High levels of HbA1c affect patients with T1DM by decreasing amplitude and increasing implicit time, while neither of these two variables are affected in patients with T2DM. The absence of alterations in mERG results in patients with T2DM is consistent with the studies of Srinivasan et al. [25] and Santos et al. [9], who studied 449 patients with T2DM recruited from the Open Consortium for the Early Treatment of Diabetic Retinopathy (EUROCONDOR). It is important, therefore, that our results for patients with T1DM show that high levels of HbA1c influence the mERG scores.

We found that changes in blood glucose, measured by HbA1c, affect patients with T1DM, similar to other studies. Klemp et al. [26] reported that hyperglycaemia induced a delay in the first- and second-order kernel implicit times in patients with T1DM and without DR. Likewise, Tyberg et al. [27] reported that patients with insulin-dependent diabetes (T1DM) have specific abnormalities in both the first- and the second-order component of the mERG.

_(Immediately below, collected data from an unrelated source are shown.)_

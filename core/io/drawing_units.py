"""Lengths in drawings and tables: the units offered, and what a DXF header says.

A DXF drawing states its length unit in the header variable ``$INSUNITS`` (an integer
code: 1 inch, 2 foot, 4 millimetre, 5 centimetre, 6 metre; 0 says nothing; DXF
reference, HEADER section). The factors come from the one unit registry.
"""

from __future__ import annotations

from core.errors import InputError
from core.units import ureg

#: Our symbol -> pint unit, in the order offered to people.
_NAMES = {"mm": "millimeter", "cm": "centimeter", "m": "meter", "in": "inch", "ft": "foot"}

#: Metres in one drawing unit, by our symbol.
METRES_PER_UNIT: dict[str, float] = {
    sym: float(ureg.Quantity(1.0, name).to("meter").magnitude) for sym, name in _NAMES.items()
}

#: Words for each unit, for a dialog.
UNIT_WORDS = {
    "mm": "millimetres",
    "cm": "centimetres",
    "m": "metres",
    "in": "inches",
    "ft": "feet",
}

#: ``$INSUNITS`` code -> our symbol, for the codes we read.
INSUNITS_SYMBOLS = {1: "in", 2: "ft", 4: "mm", 5: "cm", 6: "m"}


#: The farthest a point may lie from the origin of a drawing or table, drawing units: a million
#: kilometres in millimetres, far beyond any survey grid, and small enough that areas and
#: lengths worked from such points stay finite.
MAX_DRAWING_COORDINATE = 1e12
#: A coordinate smaller than this, in any unit, is read as zero: far below any length a
#: drawing means (1e-100 mm), while subnormal numbers such as 5e-324 make shapely divide by
#: zero when it simplifies an outline.
NEGLIGIBLE = 1e-100


def read_coordinate(value: float) -> float:
    """A coordinate as read from a drawing or table: a negligible one (and -0.0) is 0.0."""
    return 0.0 if abs(value) < NEGLIGIBLE else value


def metres_per_unit(unit: str) -> float:
    """Metres in one ``unit``; raises InputError for a unit not offered."""
    try:
        return METRES_PER_UNIT[unit]
    except KeyError:
        raise InputError("drawing units", unit, f"is not one of {', '.join(_NAMES)}") from None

Our results support the hypothesis that hyperglycaemia changes the metabolism of the retina, probably inducing changes in inner retinal function, including in T1DM patients without DR. One limitation of this study is the small sample size, with only 72 patients, despite being randomly selected from our databases. A bigger study sample would strengthen the results, as would the inclusion of other risk factors in addition to DM duration and HbA1c. An important strength of this study includes the random selection of patients according to sex, DM duration and insulin treatment from a DM database representative of our population.

Finally, in a changing world that has experienced the COVID-19 pandemic, the chance of finding new systems for the early detection of prevalent pathologies such as DR is very important, especially by means of telemedicine [28,29]. This is the case with ERGm, which can be read by ophthalmologists from remote sites.

5. Conclusions

In patients with type 1 diabetes mellitus, the retina is functionally more sensitive to changes in blood glucose than in patients with type 2 diabetes mellitus. On the contrary, DM duration affects retinal functionality more in both types of diabetes studied.